7.1 CHARGE DOUBLE LAYER
The charge double layer is a (dual) layer of positive and negative charge that accumulates along the electrode-electrolyte interfaces, giving rise to a capacitor-like effect. Charge may accumulate due to electrochemical reactions or charge diffusion across the interfaces, or possibly another cause [26,43]. An example of such a charge configuration is shown in
Fig. 7.1a, where the negative charges represent oxygen ions being transported from the cathode to the anode through the electrolyte. Clearly, the charge double layer resembles an electric capacitor. Similar to an electric capacitor, the charge double layer may be charged or discharged, depending on the direction of current, or load (Fig. 7.1b). As discussed in Chapter 3, the voltage drop across the charge double layer is treated as an irreversibility in the SOFC, similar to the ohmic polarization. That is, the double layer polarization is subtracted from the Nernst potential when calculating the fuel cell’s operating voltage:
Vop = EN− Vdbl− iRohm (3.25 revisited)
where Vop is the fuel cell’s operating voltage, EN is the Nernst potential, Vdbl is the double layer polarization, i is the electric current, and Rohm is the ohmic resistance. The present study is especially concerned with the time required for the charge double layer to settle following a load change. The time constant of the electrochemical model is given by [64]:
τdbl= (Ract+ Rconc) × Cdbl (7.1)
where τdbl is the electrochemical time constant, Ract is the activation resistance, Rconc is the concentration resistance, and Cdbl is the double layer capacitance. The activation and concentration resistances equal the ratio of the activation and concentration polarizations to the electric current.

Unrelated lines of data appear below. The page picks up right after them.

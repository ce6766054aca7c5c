import './shared/base.css';
import { getPlant } from './shared/api.js';

const heading = document.getElementById('plant') as HTMLHeadingElement;
getPlant()
  .then((plant) => {
    heading.textContent = plant.name;
    document.title = `Heft — ${plant.name}`;
  })
  .catch(() => {});
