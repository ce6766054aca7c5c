import { execFileSync } from 'node:child_process';
import { join } from 'node:path';

/**
 * vitest global set-up: compiles the server once (incremental tsc, as `npm run build` does), so the
 * tests that start a server or the CLI as a process run the built JavaScript that production runs.
 */
export default function setup(): void {
  const root = join(import.meta.dirname, '..');
  execFileSync(process.execPath, [join(root, 'node_modules', 'typescript', 'bin', 'tsc'), '-p', join(root, 'tsconfig.build.json')], { stdio: 'inherit' });
}

/** The compiled entry point of the server or the CLI, for tests that spawn it. */
export const BUILT_SERVER = join(import.meta.dirname, '..', 'dist', 'node', 'server', 'main.js');
export const BUILT_CLI = join(import.meta.dirname, '..', 'dist', 'node', 'server', 'cli.js');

It is evident from Eqn. (7.1) that increasing Ract, Rconc, or Cdbl slows the fuel cell’s response to load changes. Section 7.2 further explores operating conditions that give rise to high values of Ract and Rconc. A high value of the double layer capacitance is considered during dynamic simulations presented in Section 7.3.
(a)
(b)
Figure 7.1 The charge double layer (adapted from Ref. [43]): (a) Charge double layer,
(b) Equivalent capacitor showing the charging and discharging of the charge double layer.